The Problem with Western Democracy in the Middle East


By Ramzy Baroud

An online poll was recently carried out by the Arabic website of Aljazeera satellite television, where well over 80 percent of voters said that they distrust ''Western democracy''. The poll results simply restated the obvious. The query, of course, hardly meant to question "Western democracy" in its own right, but rather its imposition on the Arab world.

Needless to say, one needs no poll, scientific or otherwise, to conclude that the majority of Arabs are in desperate need of democratic measures. But they need democracy for their own sake, not for the sake of one who wishes to legitimize an occupation and to tout the virtues of a superpower.

If Aljazeera tested its readers' views on democracy, as a model without the word "Western" trotting along, the overwhelming votes would have most likely been cast in favor of democracy, that honorable value first coined by the ancient Greeks as "citizenry rule".

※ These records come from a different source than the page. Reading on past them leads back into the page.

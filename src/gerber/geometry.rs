//! Plane geometry the interpreter needs: arc centres from I/J (spec 2024.05 §4.7.2–§4.7.3,
//! §8.3 for single quadrant), the sweep of a convex aperture along a segment, and the
//! deprecated image transform (§8.1).

use crate::image::{arc_sweep, Contour, Point, Shape, Turn};

/// The convex hull of `points`, counter-clockwise, without collinear points (Andrew's
/// monotone chain).
pub fn convex_hull(points: &[Point]) -> Vec<Point> {
    let mut p: Vec<Point> = points.to_vec();
    p.sort_by(|a, b| a.x.total_cmp(&b.x).then(a.y.total_cmp(&b.y)));
    p.dedup();
    if p.len() < 3 {
        return p;
    }
    let cross =
        |o: Point, a: Point, b: Point| (a.x - o.x) * (b.y - o.y) - (a.y - o.y) * (b.x - o.x);
    let mut hull: Vec<Point> = Vec::with_capacity(p.len() * 2);
    for pass in 0..2 {
        let start = hull.len();
        let iter: Box<dyn Iterator<Item = &Point>> = if pass == 0 {
            Box::new(p.iter())
        } else {
            Box::new(p.iter().rev())
        };
        for &q in iter {
            while hull.len() >= start + 2
                && cross(hull[hull.len() - 2], hull[hull.len() - 1], q) <= 0.0
            {
                hull.pop();
            }
            hull.push(q);
        }
        hull.pop();
    }
    hull
}

/// The area swept by the convex polygon `outline` (offsets about the pen position) moving
/// from `a` to `b`: the convex hull of the outline at both ends (Minkowski sum of a convex
/// set and a segment).
pub fn convex_sweep(outline: &[Point], a: Point, b: Point) -> Shape {
    let mut pts = Vec::with_capacity(outline.len() * 2);
    for o in outline {
        pts.push(Point::new(a.x + o.x, a.y + o.y));
        pts.push(Point::new(b.x + o.x, b.y + o.y));
    }
    Shape::Polygon(Contour::from_points(&convex_hull(&pts)))
}

/// The sweep of any convex `shape` (given at the origin) from `a` to `b`, where the shape's
/// support points across the motion are `support`: the shape at both ends plus the band
/// between its two extreme points perpendicular to the motion. For a convex shape this union
/// equals the Minkowski sum exactly.
pub fn convex_shape_sweep(shape: &Shape, support: (Point, Point), a: Point, b: Point) -> Shape {
    let at = |p: Point| shape.transformed(&crate::image::Similarity::translate(p.x, p.y));
    let (s1, s2) = support;
    let band = Contour::from_points(&[
        Point::new(a.x + s1.x, a.y + s1.y),
        Point::new(b.x + s1.x, b.y + s1.y),
        Point::new(b.x + s2.x, b.y + s2.y),
        Point::new(a.x + s2.x, a.y + s2.y),
    ]);
    Shape::Composite(vec![
        (true, at(a)),
        (true, at(b)),
        (true, Shape::Polygon(band)),
    ])
}

/// How well an arc's end point fits the circle through its start point.
#[derive(Debug, Clone, Copy, PartialEq)]
pub struct ArcFit {
    pub center: Point,
    /// |r_start − r_end| before correction, in the same units as the points.
    pub radius_error: f64,
    pub radius: f64,
}

/// The centre for a multi-quadrant arc (G75): start + (I, J), signed.
pub fn multi_quadrant_center(start: Point, i: f64, j: f64) -> Point {
    Point::new(start.x + i, start.y + j)
}

/// The centre for a single-quadrant arc (G74): I and J are unsigned; of the four candidate
/// centres take the one giving an arc of at most 90° in the given direction whose start and
/// end radii agree best (spec 2024.05 §8.3, "single quadrant mode"). `angle_slack` (radians)
/// admits arcs a rounding error over 90°. Returns `None` if no candidate gives an arc of at
/// most 90°.
pub fn single_quadrant_center(
    start: Point,
    end: Point,
    i: f64,
    j: f64,
    turn: Turn,
    angle_slack: f64,
) -> Option<Point> {
    let (i, j) = (i.abs(), j.abs());
    let mut best: Option<(f64, Point)> = None;
    for (sx, sy) in [(1.0, 1.0), (-1.0, 1.0), (1.0, -1.0), (-1.0, -1.0)] {
        let c = Point::new(start.x + sx * i, start.y + sy * j);
        let sweep = arc_sweep(start, end, c, turn).abs();
        if sweep > std::f64::consts::FRAC_PI_2 + angle_slack {
            continue;
        }
        let err = (c.dist(start) - c.dist(end)).abs();
        if best.is_none_or(|(e, _)| err < e) {
            best = Some((err, c));
        }
    }
    best.map(|(_, c)| c)
}

/// Moves `center` onto the perpendicular bisector of start–end (the nearest point there),
/// so that both radii agree exactly; reports the original disagreement.
pub fn fit_center(start: Point, end: Point, center: Point) -> ArcFit {
    let radius_error = (center.dist(start) - center.dist(end)).abs();
    let (dx, dy) = (end.x - start.x, end.y - start.y);
    let len2 = dx * dx + dy * dy;
    let fitted = if len2 == 0.0 {
        center
    } else {
        let mid = Point::new((start.x + end.x) / 2.0, (start.y + end.y) / 2.0);
        // Remove the component of (center − mid) along the chord.
        let t = ((center.x - mid.x) * dx + (center.y - mid.y) * dy) / len2;
        Point::new(center.x - t * dx, center.y - t * dy)
    };
    ArcFit {
        center: fitted,
        radius_error,
        radius: fitted.dist(start),
    }
}

/// The deprecated image transform of `%MI`, `%SF`, `%OF`, `%IR`, `%AS`, applied to
/// coordinates in the order MI → SF → OF → IR → AS (spec 2024.05 §8.1).
///
/// Design choice (from memory of older revisions, where the spec is silent): MI, SF and AS
/// act on coordinates only (MI "mirrors coordinates, not apertures" per §8.1); IR rotates the
/// whole image, so it also rotates aperture shapes.
#[derive(Debug, Clone, Copy, PartialEq)]
pub struct ImageTransform {
    pub mirror_a: bool,
    pub mirror_b: bool,
    pub scale_a: f64,
    pub scale_b: f64,
    pub offset_a: f64,
    pub offset_b: f64,
    pub rotation_deg: u32,
    pub swap_axes: bool,
}

impl Default for ImageTransform {
    fn default() -> Self {
        ImageTransform {
            mirror_a: false,
            mirror_b: false,
            scale_a: 1.0,
            scale_b: 1.0,
            offset_a: 0.0,
            offset_b: 0.0,
            rotation_deg: 0,
            swap_axes: false,
        }
    }
}

impl ImageTransform {
    pub fn is_identity(&self) -> bool {
        *self == ImageTransform::default()
    }

    /// Applies the linear part (no offset) to a vector; `with_mirror` false leaves MI out
    /// (step-and-repeat distances are not mirrored, §8.1).
    pub fn vector(&self, x: f64, y: f64, with_mirror: bool) -> Point {
        let mut x = if with_mirror && self.mirror_a { -x } else { x };
        let mut y = if with_mirror && self.mirror_b { -y } else { y };
        x *= self.scale_a;
        y *= self.scale_b;
        let (s, c) = crate::image::rotation_sin_cos(self.rotation_deg as f64);
        let (rx, ry) = (x * c - y * s, x * s + y * c);
        if self.swap_axes {
            Point::new(ry, rx)
        } else {
            Point::new(rx, ry)
        }
    }

    /// Applies the full transform to a point (file units in, file units out).
    pub fn point(&self, x: f64, y: f64) -> Point {
        let mut x = if self.mirror_a { -x } else { x };
        let mut y = if self.mirror_b { -y } else { y };
        x = x * self.scale_a + self.offset_a;
        y = y * self.scale_b + self.offset_b;
        let (s, c) = crate::image::rotation_sin_cos(self.rotation_deg as f64);
        let (rx, ry) = (x * c - y * s, x * s + y * c);
        if self.swap_axes {
            Point::new(ry, rx)
        } else {
            Point::new(rx, ry)
        }
    }

    /// Whether the transform reverses orientation (arcs change direction).
    pub fn reverses(&self) -> bool {
        self.mirror_a ^ self.mirror_b ^ self.swap_axes
    }
}

#[cfg(test)]
mod tests {
    use super::*;

    #[test]
    fn hull_of_rectangle_sweep_is_a_hexagon() {
        // A 2×1 rectangle moved by (3,3): Minkowski sum area = rect area + |d × extents|.
        // Analytic: area = w·h + |dx|·h + |dy|·w = 2 + 3 + 6 = 11.
        let rect = crate::gerber::aperture::rectangle_corners(2.0, 1.0);
        let Shape::Polygon(c) = convex_sweep(&rect, Point::new(0.0, 0.0), Point::new(3.0, 3.0))
        else {
            panic!()
        };
        assert_eq!(c.segments.len(), 6);
        assert!((c.signed_area() - 11.0).abs() < 1e-12);
    }

    #[test]
    fn single_quadrant_picks_the_quarter_arc() {
        // Quarter circle from (1,0) to (0,1) counter-clockwise about the origin; I=1, J=0
        // unsigned: the centre must be (0,0) (spec §8.3).
        let c = single_quadrant_center(
            Point::new(1.0, 0.0),
            Point::new(0.0, 1.0),
            1.0,
            0.0,
            Turn::CounterClockwise,
            1e-9,
        )
        .unwrap();
        assert!(c.dist(Point::new(0.0, 0.0)) < 1e-12);
        // The same chord clockwise is the other quarter: centre (1,1), I=0, J=1.
        let c = single_quadrant_center(
            Point::new(1.0, 0.0),
            Point::new(0.0, 1.0),
            0.0,
            1.0,
            Turn::Clockwise,
            1e-9,
        )
        .unwrap();
        assert!(c.dist(Point::new(1.0, 1.0)) < 1e-12);
    }

    #[test]
    fn fitted_center_equalizes_radii() {
        let f = fit_center(
            Point::new(1.0, 0.0),
            Point::new(-1.0, 0.0),
            Point::new(0.01, 0.2),
        );
        assert!(
            (f.center.dist(Point::new(1.0, 0.0)) - f.center.dist(Point::new(-1.0, 0.0))).abs()
                < 1e-12
        );
        assert!(f.radius_error > 0.0);
    }

    #[test]
    fn image_transform_order() {
        // MI then SF then OF then IR then AS (spec §8.1): (1,2) → (−1,2) → (−2,2) → (−1,2)
        // → rotated 90° ccw (−2,−1) → swapped (−1,−2).
        let t = ImageTransform {
            mirror_a: true,
            scale_a: 2.0,
            offset_a: 1.0,
            rotation_deg: 90,
            swap_axes: true,
            ..ImageTransform::default()
        };
        assert_eq!(t.point(1.0, 2.0), Point::new(-1.0, -2.0));
        assert!(!t.reverses());
    }
}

Arabs covet democracy because they are disenfranchised and have very little control over their individual as well as collective destiny. But most Arabs find it difficult to make a choice, between the governance of theocratic and totalitarian regimes on the one hand, and a foreign-imposed, spurious democracy, which they perceive as a US invention to justify meddling in their affairs, on the other. The choice would be difficult for anyone, and it is anything but fair.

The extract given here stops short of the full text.